The spectacle of Maria Miller, the newly appointed Culture Secretary, clambering onto the capacious Jimmy Savile bandwagon to give us the benefit of her immense wisdom has been super-sick-making in a story that’s already quite vomitorial enough.
She is quoted as saying “Following… the revelations that
have emerged… very real concerns are being raised about public trust and
confidence in the BBC.”
How very helpful. Without her contribution, we would never
have worked that out for ourselves: we ought be grateful to her for bringing
such penetrating insight to bear.
But wait a minute. Can you detect a certain whiff of rodent?
The Tories have been making a practice of missing the big targets when they
were offered: just think Murdoch – how wide of the mark were they on that? And they
have freely availed themselves of countless other opportunities to insert foot
in mouth. Railways. Andrew Mitchell. Energy tariffs. Too many to recall.
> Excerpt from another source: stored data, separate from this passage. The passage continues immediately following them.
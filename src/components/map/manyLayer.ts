import { canvas, layerGroup, polygon, type LatLngTuple, type Map as LeafletMap, type PathOptions } from 'leaflet'
import type { MapBlock } from '../../composables/mapTypes.ts'
import { polygonsOf, toLatLng } from './leafletGeometry.ts'

/** Very many blocks, painted once and moved as one picture. */
export interface ManyLayer {
  show(blocks: readonly MapBlock[]): void
  clear(): void
  /** Whether pictures of the ground are to be seen through the blocks. */
  setImagery(isThere: boolean): void
}

/** @param onChoose called with a block's id when it is clicked or tapped. */
export function createManyLayer(map: LeafletMap, onChoose: (id: string) => void): ManyLayer {
  const group = layerGroup().addTo(map)
  const renderer = canvas({ padding: 0.2 })
  let shown: readonly MapBlock[] | null = null
  let isOverImagery = false

  function paint(blocks: readonly MapBlock[]): void {
    group.clearLayers()
    const style = { ...inksOf(map.getContainer(), isOverImagery), renderer, bubblingMouseEvents: false }
    for (const block of blocks) {
      const rings: LatLngTuple[][][] = polygonsOf(block.geometry).map((polygonRings) => polygonRings.map((ring) => ring.map(toLatLng)))
      group.addLayer(polygon(rings, block.isComing === true ? { ...style, dashArray: '5 4' } : style).on('click', () => { onChoose(block.id) }))
    }
  }
  // A canvas keeps the ink it was painted with; the page's own light may change.
  const light = new MutationObserver(() => { if (shown !== null) paint(shown) })
  light.observe(document.documentElement, { attributeFilter: ['data-light'] })
  map.on('unload', () => { light.disconnect() })

  return {
    show(blocks) {
      if (blocks === shown) return
      shown = blocks
      paint(blocks)
    },
    setImagery(isThere) {
      if (isThere === isOverImagery) return
      isOverImagery = isThere
      if (shown !== null) paint(shown)
    },
    clear() {
      shown = null
      group.clearLayers()
    },
  }
}

/** The inks that farmMap.css gives to blocks drawn as elements. */
function inksOf(host: HTMLElement, isOverImagery: boolean): PathOptions {
  const style = getComputedStyle(host)
  const isForced = window.matchMedia('(forced-colors: active)').matches
  const ink = (name: string): string => style.getPropertyValue(name).trim()
  return { color: isForced ? 'CanvasText' : ink('--elder'), weight: 1.6, fillColor: isForced ? 'Canvas' : ink('--map-fill'), fillOpacity: isOverImagery ? 0.12 : 0.86 }
}
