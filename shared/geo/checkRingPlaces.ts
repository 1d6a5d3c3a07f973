import type { Boundary, GeometryFinding } from './geometryTypes.ts'
import type { GridRing } from './gridRing.ts'
import { relateRings } from './relateRings.ts'

/**
 * Whether simple rings lie where they may: holes in their outer ring, holes apart from each other, parts apart or in a hole of
 * another part.
 */
export function checkRingPlaces(polygons: readonly GridRing[][], type: Boundary['type']): GeometryFinding[] {
  const findings = polygons.flatMap((rings, part) => checkHoles(rings, type === 'Polygon' ? 'coordinates' : `coordinates.${part}`))
  polygons.forEach((rings, part) => {
    const clashes = polygons.slice(0, part).some((others) => doPartsOverlap(rings, others))
    if (clashes) findings.push({ code: 'geometry.parts_overlap', params: { part: part + 1 }, path: `coordinates.${part}` })
  })
  return findings
}

function checkHoles([outer, ...holes]: GridRing[], path: string): GeometryFinding[] {
  if (!outer) return []
  const findings: GeometryFinding[] = []
  holes.forEach((hole, index) => {
    const at = `${path}.${index + 1}`
    if (relateRings(hole, outer) !== 'within') findings.push({ code: 'geometry.hole_outside', params: { hole: index + 1 }, path: at })
    else if (holes.slice(0, index).some((other) => relateRings(hole, other) !== 'apart')) {
      findings.push({ code: 'geometry.holes_overlap', params: { hole: index + 1 }, path: at })
    }
  })
  return findings
}

function doPartsOverlap([outerA, ...holesA]: GridRing[], [outerB, ...holesB]: GridRing[]): boolean {
  if (!outerA || !outerB) return false
  const relation = relateRings(outerA, outerB)
  if (relation === 'within') return !holesB.some((hole) => relateRings(outerA, hole) === 'within')
  if (relation === 'around') return !holesA.some((hole) => relateRings(outerB, hole) === 'within')
  return relation === 'crossing'
}
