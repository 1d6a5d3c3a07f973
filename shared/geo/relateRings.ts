import { toGridEdges } from './gridEdges.ts'
import type { GridRing } from './gridRing.ts'
import { crossesProperly, sideOf, type Segment } from './gridSegments.ts'

/** `within`: a lies in b, touching allowed. `around`: b lies in a. */
export type RingRelation = 'apart' | 'within' | 'around' | 'crossing'

/** How two simple rings lie to each other; rings that only touch are apart. */
export function relateRings(a: GridRing, b: GridRing): RingRelation {
  if (areBoxesApart(a, b)) return 'apart'
  if (hasProperCrossing(a, b)) return 'crossing'
  const ofA = countSides(a, b)
  if (ofA.inside > 0 && ofA.outside > 0) return 'crossing'
  if (ofA.inside > 0) return 'within'
  const ofB = countSides(b, a)
  if (ofB.inside > 0) return ofB.outside > 0 ? 'crossing' : 'around'
  // Corners all on each other's edges: a point of the inner ground decides.
  const inner = innerPoint(ofA.outside === 0 ? a : b)
  const isInside = placeOf(ofA.outside === 0 ? b : a, inner[0], inner[1]) > 0
  if (!isInside) return 'apart'
  return ofA.outside === 0 ? 'within' : 'around'
}

/** Corners of a ring inside and outside another; where an edge has both ends on the other, its middle counts instead. */
function countSides(ring: GridRing, other: GridRing): { inside: number; outside: number } {
  const places = ring.x.map((x, index) => placeOf(other, x, ring.y[index] ?? 0))
  const middles = toGridEdges(ring).segments.map(({ ax, ay, bx, by }, index) => {
    const next = places[(index + 1) % places.length]
    return places[index] === 0 && next === 0 ? placeOf(other, (ax + bx) / 2, (ay + by) / 2) : 0
  })
  const all = [...places, ...middles]
  return { inside: all.filter((place) => place > 0).length, outside: all.filter((place) => place < 0).length }
}

/** Above 0 inside, below 0 outside, 0 on the ring. */
export function placeOf({ x, y }: GridRing, px: number, py: number): number {
  let isInside = false
  for (let index = 0, before = x.length - 1; index < x.length; before = index, index += 1) {
    const ay = y[before] ?? 0
    const by = y[index] ?? 0
    if ((ay < py && by < py) || (ay > py && by > py)) continue
    const edge: Segment = { ax: x[before] ?? 0, ay, bx: x[index] ?? 0, by }
    const side = sideOf(edge, px, py)
    if (side === 0 && px >= Math.min(edge.ax, edge.bx) && px <= Math.max(edge.ax, edge.bx)) return 0
    if (ay > py !== by > py && side > 0 === by > ay) isInside = !isInside
  }
  return isInside ? 1 : -1
}

/** A point strictly inside: halfway between the first two crossings of a level line that meets no corner. */
function innerPoint({ x, y }: GridRing): readonly [number, number] {
  const levels = [...new Set(y)].sort((p, q) => p - q)
  const level = ((levels[0] ?? 0) + (levels[1] ?? 0)) / 2
  const crossings: number[] = []
  for (let index = 0, before = x.length - 1; index < x.length; before = index, index += 1) {
    const [ax = 0, ay = 0, bx = 0, by = 0] = [x[before], y[before], x[index], y[index]]
    if (ay > level !== by > level) crossings.push(ax + ((level - ay) / (by - ay)) * (bx - ax))
  }
  crossings.sort((p, q) => p - q)
  return [((crossings[0] ?? 0) + (crossings[1] ?? 0)) / 2, level]
}

function hasProperCrossing(a: GridRing, b: GridRing): boolean {
  const edgesA = toGridEdges(a)
  const edgesB = toGridEdges(b)
  return edgesA.segments.some((segment, i) => {
    const [west = 0, east = 0, south = 0, north = 0] = [edgesA.west[i], edgesA.east[i], edgesA.south[i], edgesA.north[i]]
    for (let j = 0; j < edgesB.segments.length; j += 1) {
      if ((edgesB.west[j] ?? 0) > east || (edgesB.east[j] ?? 0) < west || (edgesB.south[j] ?? 0) > north || (edgesB.north[j] ?? 0) < south) continue
      const other = edgesB.segments[j]
      if (other && crossesProperly(segment, other)) return true
    }
    return false
  })
}

function areBoxesApart(a: GridRing, b: GridRing): boolean {
  return (
    Math.max(...a.x) < Math.min(...b.x) || Math.max(...b.x) < Math.min(...a.x) ||
    Math.max(...a.y) < Math.min(...b.y) || Math.max(...b.y) < Math.min(...a.y)
  )
}
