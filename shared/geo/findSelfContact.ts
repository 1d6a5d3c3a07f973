import { toGridEdges, type GridEdges } from './gridEdges.ts'
import type { GridRing } from './gridRing.ts'
import { sharedPoint } from './gridSegments.ts'

/** Where a ring meets itself: the point in grid units, and the two edges, counted from 1 at the first point. */
export interface SelfContact { x: number; y: number; edgeA: number; edgeB: number }

/**
 * Where edges of a ring that are not neighbours cross or touch; of several the first from the west (from the south where the ring
 * is swept that way), so that the answer does not depend on where the ring starts or which way it runs.
 * A sweep along the axis on which edges are shorter, that compares only edges whose spans overlap.
 */
export function findSelfContact(ring: GridRing): SelfContact | null {
  if (relativeSpan(ring.x) <= relativeSpan(ring.y)) return sweep(ring)
  const turned = sweep({ x: ring.y, y: ring.x })
  return turned && { ...turned, x: turned.y, y: turned.x }
}

/** Length of all edges along one axis over the extent of the ring there. */
function relativeSpan(values: readonly number[]): number {
  const length = values.reduce((sum, value, index) => sum + Math.abs(value - (values[(index + 1) % values.length] ?? value)), 0)
  return length / (Math.max(...values) - Math.min(...values))
}

function sweep(ring: GridRing): SelfContact | null {
  const edges = toGridEdges(ring)
  const order = Uint32Array.from(edges.segments, (_, index) => index).sort((a, b) => at(edges.west, a) - at(edges.west, b))
  const active = new Uint32Array(order.length)
  let activeCount = 0
  let best: SelfContact | null = null
  for (const index of order) {
    const from = at(edges.west, index)
    if (best !== null && from > best.x) break
    let kept = 0
    for (let place = 0; place < activeCount; place += 1) {
      const other = at(active, place)
      if (at(edges.east, other) < from) continue
      active[kept] = other
      kept += 1
      if (at(edges.south, other) > at(edges.north, index) || at(edges.north, other) < at(edges.south, index)) continue
      const contact = contactOf(edges, index, other)
      if (contact && isBefore(contact, best)) best = contact
    }
    active[kept] = index
    activeCount = kept + 1
  }
  return best
}

function contactOf({ segments }: GridEdges, i: number, j: number): SelfContact | null {
  const apart = Math.abs(i - j)
  const a = segments[i]
  const b = segments[j]
  if (apart === 1 || apart === segments.length - 1 || !a || !b) return null
  const point = sharedPoint(a, b)
  return point && { x: point[0], y: point[1], edgeA: Math.min(i, j) + 1, edgeB: Math.max(i, j) + 1 }
}

function isBefore(a: SelfContact, b: SelfContact | null): boolean {
  return b === null || a.x < b.x || (a.x === b.x && a.y < b.y)
}

const at = (values: Float64Array | Uint32Array, index: number): number => values[index] ?? 0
So Jimmy Savile, may he rot in hell, has given them a golden
opportunity (and they’re going to use it) safely to sermonise. It’s got
everything: the moral high ground; the finger-wagging; the chance to bludgeon
the hapless BBC. Other members of the Cabinet must be green with envy that it’s
landed in Maria’s lap, if that’s not too florid a metaphor in this context.
But hang on: she’s not alone. Members of the Commons Select
Committee for Culture, Media and Sport lost no time in feasting on the soon-to-be
corpse of the unfortunate George Entwistle in a gratuitous display of sneering
and oneupmanship that smacks of a release of pent-up frustration: it must be
very cathartic for them to have some other poor bugger to focus on, after all
these years of their own parliamentary, nose-in-trough hanky-panky.
It’s playground bullying and it’s getting more prevalent.
More and more, the Tories seem to be playing the role of the Senior Common Room
bullies – look at them: Osborne, Gove, Hunt, May and the Cameron himself.
Nasty.
But not as nasty as Jimmy Savile (note emphasis on ‘vile’).
Well no, of course not. But, as Maria Miller demonstrates, you can always turn
a vile horror into a golden opportunity, as long as you’re Tory enough.